• **Work task**
Look over the lines below. Report each one that includes the string "arguments".

Recorded data:
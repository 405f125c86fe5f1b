package main

import (
	"math"
	"os"
	"path/filepath"
	"strconv"
	"strings"
	"testing"
)

// run on USArrests with three cells blanked: --missing drop lists the
// dropped states by id and line in summary.json and the report;
// --missing mean (with one gappy state excluded from the fit) lists every
// imputed cell with the mean of the observed values, computed here from
// the file.
func TestRunListsMissingCells(t *testing.T) {
	dir := t.TempDir()
	raw := readCSV(t, filepath.Join("..", "..", "testdata", "datasets", "usarrests.csv"))
	blank := map[[2]int]bool{{2, 1}: true, {10, 3}: true, {10, 4}: true, {31, 2}: true} // Alaska Murder; Georgia UrbanPop, Rape; New Mexico Assault
	var b strings.Builder
	for i, row := range raw {
		for j, c := range row {
			if j > 0 {
				b.WriteByte(',')
			}
			if !blank[[2]int{i, j}] {
				b.WriteString(c)
			}
		}
		b.WriteByte('\n')
	}
	data := filepath.Join(dir, "gappy.csv")
	if err := os.WriteFile(data, []byte(b.String()), 0o644); err != nil {
		t.Fatal(err)
	}
	type summary struct {
		Missing struct {
			Dropped []struct {
				ID   string `json:"id"`
				Line int    `json:"line"`
			} `json:"dropped_samples"`
			Imputed []struct {
				ID       string  `json:"id"`
				Variable string  `json:"variable"`
				Line     int     `json:"line"`
				Column   int     `json:"column"`
				Value    float64 `json:"value"`
			} `json:"imputed_cells"`
		} `json:"missing"`
	}
	common := []string{"--components", "2", "--bootstrap", "0", "--permutations", "20", "--format", shortFormat()}

	out := filepath.Join(dir, "drop")
	if status, _, stderr := runPCQC(t, append([]string{"run", data, "--missing", "drop", "--out", out}, common...)...); status != exitOK {
		t.Fatalf("drop: status %d: %s", status, stderr)
	}
	s := readSummaryFile[summary](t, out)
	var got []string
	for _, d := range s.Missing.Dropped {
		got = append(got, d.ID+":"+strconv.Itoa(d.Line))
	}
	if strings.Join(got, " ") != "Alaska:3 Georgia:11 New Mexico:32" {
		t.Errorf("dropped %v", got)
	}
	if md, _ := os.ReadFile(filepath.Join(out, "report.md")); !testing.Short() &&
		(!strings.Contains(string(md), "3 samples dropped for missing cells (--missing drop), worst first:") || !strings.Contains(string(md), "| New Mexico | 32 | 1 |")) {
		t.Errorf("report.md does not list the dropped samples")
	}

	out = filepath.Join(dir, "mean")
	if status, _, stderr := runPCQC(t, append([]string{"run", data, "--missing", "mean", "--exclude", "Georgia", "--out", out}, common...)...); status != exitOK {
		t.Fatalf("mean: status %d: %s", status, stderr)
	}
	s = readSummaryFile[summary](t, out)
	mean := func(j int) float64 {
		sum, n := 0.0, 0
		for i, row := range raw[1:] {
			if !blank[[2]int{i + 1, j}] {
				v, _ := strconv.ParseFloat(row[j], 64)
				sum += v
				n++
			}
		}
		return sum / float64(n)
	}
	want := []struct {
		id   string
		line int
		col  int
	}{{"Alaska", 3, 2}, {"Georgia", 11, 4}, {"Georgia", 11, 5}, {"New Mexico", 32, 3}}
	if len(s.Missing.Imputed) != len(want) {
		t.Fatalf("imputed %+v", s.Missing.Imputed)
	}
	for i, w := range want {
		c := s.Missing.Imputed[i]
		if c.ID != w.id || c.Line != w.line || c.Column != w.col || c.Variable != raw[0][w.col-1] || math.Abs(c.Value-mean(w.col-1)) > 1e-9*mean(w.col-1) {
			t.Errorf("cell %d: %+v, want %+v with the column mean %g", i, c, w, mean(w.col-1))
		}
	}
}
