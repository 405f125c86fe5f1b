package main

import (
	"bytes"
	"encoding/json"
	"os"
	"path/filepath"
	"strings"
	"testing"
)

var irisPath = filepath.Join("..", "..", "testdata", "datasets", "iris.csv")

// reproduceLine returns the command of a report's Reproduce section, split
// into arguments as a POSIX shell would (bare words and '…' quotes, which
// is all shellQuote writes for plain text).
func reproduceLine(t *testing.T, report string) []string {
	t.Helper()
	b, err := os.ReadFile(report)
	if err != nil {
		t.Fatal(err)
	}
	_, after, ok := strings.Cut(string(b), "## Reproduce")
	if !ok {
		t.Fatalf("%s has no Reproduce section", report)
	}
	var line string
	for _, l := range strings.Split(after, "\n") {
		if strings.HasPrefix(l, "pcqc ") {
			line = l
			break
		}
	}
	var args []string
	var cur strings.Builder
	inWord, quoted := false, false
	for _, r := range line {
		switch {
		case r == '\'':
			quoted, inWord = !quoted, true
		case r == ' ' && !quoted:
			if inWord {
				args = append(args, cur.String())
				cur.Reset()
			}
			inWord = false
		default:
			cur.WriteRune(r)
			inWord = true
		}
	}
	if inWord {
		args = append(args, cur.String())
	}
	return args
}

// optionsOf returns summary.json's options object, as written.
func optionsOf(t *testing.T, dir string) string {
	t.Helper()
	var s struct{ Options json.RawMessage }
	b, err := os.ReadFile(filepath.Join(dir, "summary.json"))
	if err != nil {
		t.Fatal(err)
	}
	if err := json.Unmarshal(b, &s); err != nil {
		t.Fatal(err)
	}
	return string(s.Options)
}

// rerun runs a Reproduce line (without its leading "pcqc") into out, and
// returns the folder written.
func rerun(t *testing.T, line []string, out string) {
	t.Helper()
	args := append(line[1:len(line):len(line)], "--out", out)
	if status, _, stderr := runPCQC(t, args...); status > exitChecks {
		t.Fatalf("re-running %q: %d %s", line, status, stderr)
	}
}

// apply takes the model file's path as well as the audit folder, and the
// two give the same results; a model file that is not there is an input
// error naming it.
func TestApplyTakesTheModelFile(t *testing.T) {
	dir := t.TempDir()
	audit := filepath.Join(dir, "audit")
	if status, _, stderr := runPCQC(t, "run", usarrestsPath, "--out", audit, "--bootstrap", "0", "--format", "none", "--components", "2"); status != exitOK {
		t.Fatal(stderr)
	}
	byDir, byFile := filepath.Join(dir, "by-dir"), filepath.Join(dir, "by-file")
	for _, c := range []struct{ model, out string }{{audit, byDir}, {filepath.Join(audit, "model.json"), byFile}} {
		if status, stdout, stderr := runPCQC(t, "apply", c.model, usarrestsPath, "--out", c.out, "--format", "none"); status != exitOK || !strings.Contains(stdout, "50 new samples scored") {
			t.Fatalf("apply %s: %d %s %s", c.model, status, stdout, stderr)
		}
	}
	for _, name := range []string{"scores.csv", "samples.csv", "summary.json"} {
		a, _ := os.ReadFile(filepath.Join(byDir, name))
		b, _ := os.ReadFile(filepath.Join(byFile, name))
		if len(a) == 0 || !bytes.Equal(a, b) {
			t.Errorf("%s differs between the folder and the model file", name)
		}
	}
	// A copy of the model under another name, away from scores.csv, is
	// read too: the training scores are then simply not drawn.
	moved := filepath.Join(dir, "elsewhere", "survey-model.json")
	os.MkdirAll(filepath.Dir(moved), 0o755)
	b, _ := os.ReadFile(filepath.Join(audit, "model.json"))
	os.WriteFile(moved, b, 0o644)
	if status, _, stderr := runPCQC(t, "apply", moved, usarrestsPath, "--out", filepath.Join(dir, "moved"), "--format", "none"); status != exitOK {
		t.Errorf("renamed model: %d %s", status, stderr)
	}
	missing := filepath.Join(audit, "nosuch.json")
	args := []string{"apply", missing, usarrestsPath, "--out", filepath.Join(dir, "x")}
	status, _, stderr := runPCQC(t, args...)
	checkOneLine(t, args, status, stderr, "nosuch.json")
	if _, err := os.Stat(filepath.Join(dir, "x")); err == nil {
		t.Error("output written for a missing model")
	}
}

// The Reproduce line of an apply report records every option in force,
// --group among them, and running it gives the same options again; options
// that change nothing (--quiet, --threads, --force) are not recorded.
func TestApplyReproduceLineRecordsEveryOption(t *testing.T) {
	dir := t.TempDir()
	audit := filepath.Join(dir, "audit")
	if status, _, stderr := runPCQC(t, "run", irisPath, "--group", "species", "--out", audit, "--bootstrap", "0", "--format", "none", "--components", "2"); status != exitOK {
		t.Fatal(stderr)
	}
	cases := []struct {
		name  string
		args  []string
		want  []string
		never []string
	}{
		{"group and policies", []string{"--group", "species", "--missing", "drop", "--fail-on", "never", "--quiet", "--threads", "1", "--title", "Iris, again"},
			[]string{"--group species", "--missing drop", "--fail-on never", "--title 'Iris, again'", "--format md"}, []string{"--quiet", "--threads", "--force"}},
		{"model file, defaults", []string{"--format", "md"}, []string{"--format md"}, []string{"--group", "--missing", "--fail-on"}},
	}
	for i, c := range cases {
		out := filepath.Join(dir, c.name)
		model := audit
		if i == 1 {
			model = filepath.Join(audit, "model.json")
		}
		args := append([]string{"apply", model, irisPath, "--out", out, "--format", "md"}, c.args...)
		if status, _, stderr := runPCQC(t, args...); status != exitOK {
			t.Fatalf("%s: %d %s", c.name, status, stderr)
		}
		line := reproduceLine(t, filepath.Join(out, "report.md"))
		text := strings.Join(line, " ")
		for _, w := range c.want {
			if !strings.Contains(shellText(line), w) {
				t.Errorf("%s: Reproduce line %q lacks %q", c.name, text, w)
			}
		}
		for _, w := range c.never {
			if strings.Contains(text, w) {
				t.Errorf("%s: Reproduce line %q records %q", c.name, text, w)
			}
		}
		if line[2] != model || line[3] != irisPath {
			t.Errorf("%s: Reproduce line %q does not name the model and data given", c.name, text)
		}
		again := filepath.Join(dir, c.name+"-again")
		rerun(t, line, again)
		if a, b := optionsOf(t, out), optionsOf(t, again); a != b {
			t.Errorf("%s: re-running the Reproduce line changed the options:\n%s\n%s", c.name, a, b)
		}
	}
}

// shellText joins arguments quoting those with spaces, as the report does,
// so that tests can look for "--title 'Iris, again'".
func shellText(args []string) string {
	out := make([]string, len(args))
	for i, a := range args {
		out[i] = a
		if strings.ContainsAny(a, " ,") {
			out[i] = "'" + a + "'"
		}
	}
	return strings.Join(out, " ")
}

// The demo's later batch is applied with the demo's id and group columns
// and its own title; its Reproduce line says so, and run from the demo's
// folder it gives the same options.
func TestDemoLaterBatchReproduceLine(t *testing.T) {
	skipRenderingWhenShort(t)
	out := filepath.Join(t.TempDir(), "demo")
	if status, _, stderr := runPCQC(t, "demo", "--out", out, "--bootstrap", "0", "--permutations", "50", "--format", "md"); status != exitOK {
		t.Fatalf("%d %s", status, stderr)
	}
	sub := filepath.Join(out, "later-batch")
	line := reproduceLine(t, filepath.Join(sub, "report.md"))
	text := shellText(line)
	for _, w := range []string{"pcqc apply . later-batch/demo-later-batch.csv", "--id sample_id", "--group station", "--format md", "--title 'Later batch"} {
		if !strings.Contains(text, w) {
			t.Errorf("Reproduce line %q lacks %q", text, w)
		}
	}
	// Run it as from the demo's folder.
	line[2], line[3] = out, filepath.Join(out, line[3])
	again := filepath.Join(t.TempDir(), "again")
	rerun(t, line, again)
	if a, b := optionsOf(t, sub), optionsOf(t, again); a != b {
		t.Errorf("re-running the later batch's Reproduce line changed the options:\n%s\n%s", a, b)
	}
}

• **Written response**
// into arguments as a POSIX shell would (bare words and '…' quotes, which
// shellText joins arguments quoting those with spaces, as the report does,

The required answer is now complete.